So this is sort of a rant post but it is something that has annoyed me recently. As I already mentioned in my Fitness Journey post over the summer I started to try get back in shape and to lose some weight as well as gain muscle tone and to increase my fitness level.
Now that I have booked my flights to travel to Australia in January I decided to kick it up a notch and to join a gym. I joined a Ben Dunne gym that is across the road from my office block so I can go either before or after work. I aim to go 3 times during the work week and to do additional exercises at home using favourite fitness apps ( also mentioned in my Fitness Journey post) as well as bringing my dog on her walks in the evenings.
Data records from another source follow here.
package holonomy

import (
	"fmt"
	"math"
	"math/cmplx"
	"testing"
)

// The tripod's and Λ's excited level is the common upper level of their
// drives (Unanyan, Shore and Bergmann, Phys. Rev. A 59, 2910 (1999), for
// the tripod); a spin-½ in a field has no level above the qubit.
func TestExcitedLevels(t *testing.T) {
	if e := Tripod().ExcitedLevels(); len(e) != 1 || e[0] != 3 {
		t.Errorf("tripod excited levels %v; want [3] (e)", e)
	}
	if e := Lambda().ExcitedLevels(); len(e) != 1 || e[0] != 2 {
		t.Errorf("Λ excited levels %v; want [2] (e)", e)
	}
	if e := Spin(1, 0, 1).ExcitedLevels(); len(e) != 0 {
		t.Errorf("spin-1/2 excited levels %v; want none", e)
	}
}

func TestFinite(t *testing.T) {
	for _, c := range []struct {
		x    float64
		want bool
	}{{0, true}, {-1e308, true}, {math.Inf(1), false}, {math.Inf(-1), false}, {math.NaN(), false}} {
		if got := Finite(c.x); got != c.want {
			t.Errorf("Finite(%g) = %v; want %v", c.x, got, c.want)
		}
	}
}

// TestBlockInfidelityPhaseGate checks BlockInfidelity against the closed
// form for a phase error on one level: for U = diag(e^{iθ}, 1) and the
// identity target, M = U, Tr(M†M) = 2 and |Tr M|² = 2 + 2cos θ, so
// F = (4 + 2cos θ)/6 (Pedersen, Møller and Mølmer, Phys. Lett. A 367, 47
// (2007), eq. for F with d = 2). It must also equal GateFidelity with
// every level computational, an independent loop over the block.
func TestBlockInfidelityPhaseGate(t *testing.T) {
	for _, th := range []float64{0, 0.1, 1, math.Pi / 2, math.Pi, 4} {
		t.Run(fmt.Sprint(th), func(t *testing.T) {
			u := NewMatFrom(2, 2, []complex128{cmplx.Exp(complex(0, th)), 0, 0, 1})
			want := 1 - (4+2*math.Cos(th))/6
			if got := BlockInfidelity(u, Identity(2)); math.Abs(got-want) > 1e-15 {
				t.Errorf("BlockInfidelity = %.17g; closed form %.17g", got, want)
			}
			fid, _ := GateFidelity(u, []int{0, 1}, Identity(2))
			if got := BlockInfidelity(u, Identity(2)); math.Abs(got-(1-fid)) > 1e-15 {
				t.Errorf("BlockInfidelity = %.17g; 1 − GateFidelity = %.17g", got, 1-fid)
			}
		})
	}
}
What I didn't expect when I joined the gym, as well as before that when I would decline any food that was offered to me at work, at family events etc. was people to react in a very dismissive manner when I said that I was on a diet or watching what I was eating. Things like ' oh would you stop you don't need to diet' or 'ah come on its hardly like you need to lose weight'. It was not as if I was refusing everything.... just a slice of cake, or an extra helping on food! Nobody can never say that I don' t eat... I love to eat, always have always will but right now I am trying to be more health conscience and not eat just for the sake of it when I genuinely don't want more food.
I don't like that the majority of people react like this. Right now I weight just under 10 stone. I would like to lose 7-10 pounds. I am not aiming to lose a crazy or dramatic amount of weight. I am trying to improve my fitness and to tone up in preparation of travelling and to feel confident in a bikini, shorts and other summer clothes that I will be wearing when I arrive in Sydney as it is the middle of the Australian summer.
When people who are heavier then is healthy for them and they start a fitness journey or weight loss programme, people are very encouraging to them and are praising them for their decision to get healthy, yet there are people who are taking on the same journey but wouldn't be classed as overweight and they don't receive the same level of support. Well that is what I am experiencing at the moment and it is frustrating.
And while I have received encouraging support from people as well, which is great to receive, for the most part I find people very dismissive. Perhaps its because I don't 'really' need to lose weight or because compared to other people I have less weight to lose... I really don't know. I know this is a very ranty post but I needed to vent this somewhere and one of the reasons why I created loveonceuponadream was to be able to do this as well.
Has anyone else have this happen to them?
How do you deal with the negativity?